1. Behavior and Context
Google's API has a distinct architecture that GeminiLLM abstracts for the framework:
- Authentication via URL: Unlike other providers that use Bearer tokens in headers, Gemini requires the API key as a query parameter in the request URL (?key=...).
- Role Translation: Google uses the role "model" instead of "assistant". GeminiLLM automatically maps jazzmine roles to the correct Google equivalents.
- Native System Instructions: It supports Google's native systemInstruction field, which provides stronger adherence to core personality and safety constraints than simply placing instructions in the general message history.
- Safety Filtering: Google implements aggressive safety filters. If a prompt or a response is flagged, the API returns a "blocked" status instead of text, which this provider handles as a specific error.
2. Purpose
- Large Context Windows: Ideal for agents that need to process extremely long documents or extensive conversation histories (up to 2 million tokens).
- Cost Efficiency: Gemini 1.5 Flash offers near-instant responses at a very low cost, making it perfect for high-frequency tasks like message enhancement.
- Safety Compliance: Leverages Google's built-in safety infrastructure to ensure agent responses remain within defined ethical boundaries.

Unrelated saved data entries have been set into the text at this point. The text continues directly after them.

//! The season ahead: layers that move with their water, a plan, a strategy, and what comes of them.
//!
//! A [`Plan`] tells the pool and the inflow of every day, [`Skies`] the air of one case. [`Layers`] begin with the cast
//! and go through the days ([`day`]); a [`Strategy`](crate::site::Strategy) sets the gates. A [`Run`] is one such season,
//! an [`Outcome`] what people decide by.
//!
//! Methods: `docs/methods.md`, section 8.

mod balance;
mod decide;
mod layers;
mod outcome;
mod plan;
mod refine;
mod run;
mod set;
mod skies;
mod step;
mod tally;

pub use balance::{Balance, Terms};
pub use decide::{Decision, Why};
pub use layers::{Layer, Layers};
pub use outcome::{ColdDay, ColdWater, Exhausted, GateLife, Outcome, StageDate, Stopping, outcome};
pub use plan::{Plan, PlanDay, RawPlan, RawPlanRow, Schedule};
pub use run::{Choosing, Ended, Run, SeasonDay, Setup, run};
pub use skies::{Skies, Sky};
pub use step::{Forcing, Inflow, Stepped, Unbalanced, day};
pub use tally::{Score, TargetTally, tallies};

3. High-Level API Examples
Example: Basic Initialization
from jazzmine.core.llm import GeminiLLM
# Initialize for Gemini 1.5 Flash
llm = GeminiLLM(
model="gemini-1.5-flash",
api_key="AIza...", # Your Google AI Studio Key
temperature=0.7,
max_tokens=2048,
timeout=30.0
)
# Standard async generation
response = await llm.agenerate(messages)
print(response.text)4. Detailed Functionality
__init__(api_key, model, base_url, ...)
Functionality: Configures the endpoint and initializes the asynchronous HTTP clients.
Parameters:
- api_key (str): Your Google AI Studio API key.
- model (str): The model ID (e.g., "gemini-1.5-pro").
- base_url (str): Defaults to https://generativelanguage.googleapis.com.
_prepare_payload(messages) [Internal]
Functionality: Translates a list of MessagePart objects into the Google contents and systemInstruction format.
How it works:
- System Extraction: Filters all system role messages and packages them into the systemInstruction block.
- Assistant Mapping: Converts the role "assistant" to "model".
- Content Nesting: Wraps text in Google's required {"parts": [{"text": "..."}]} array structure.
_parse_response(data, start_time) [Internal]
Functionality: Processes the model's response candidates and handles safety rejections.
How it works:
- Candidate Validation: Retrieves text from the first generated candidate.
- Safety Logic: If no candidates are returned or if the finishReason is "SAFETY", it raises an LLMInvalidRequestError containing the feedback from Google's filters.
stream / astream
Functionality: Implements Google's Server-Sent Events (SSE) streaming using the :streamGenerateContent endpoint.
How it works: It parses incoming JSON chunks from the stream and yields the incremental text found within the deep path candidates[0].content.parts[0].text.
5. Error Handling
- LLMInvalidRequestError: Raised when Google's safety filters block a response or if the prompt is deemed inappropriate.
- LLMInternalError: Raised if Google returns a 500 or 503 status code, indicating service interruptions.
- Blocked Feedback: When a request is blocked, the exception includes the promptFeedback dictionary, which helps developers identify which safety category (e.g., harassment, hate speech) triggered the block.
6. Remarks
- API Version: This provider uses the v1beta API endpoint to ensure access to the latest features like System Instructions.
- Google AI vs. Vertex AI: This class is designed specifically for Google AI Studio keys. Google Cloud Vertex AI uses a different authentication method (IAM) and is not compatible with this specific provider.
- Token Usage: Since Gemini models often have unique tokenizers, if the API does not return explicit usage data, the provider falls back to the framework's character-based estimator.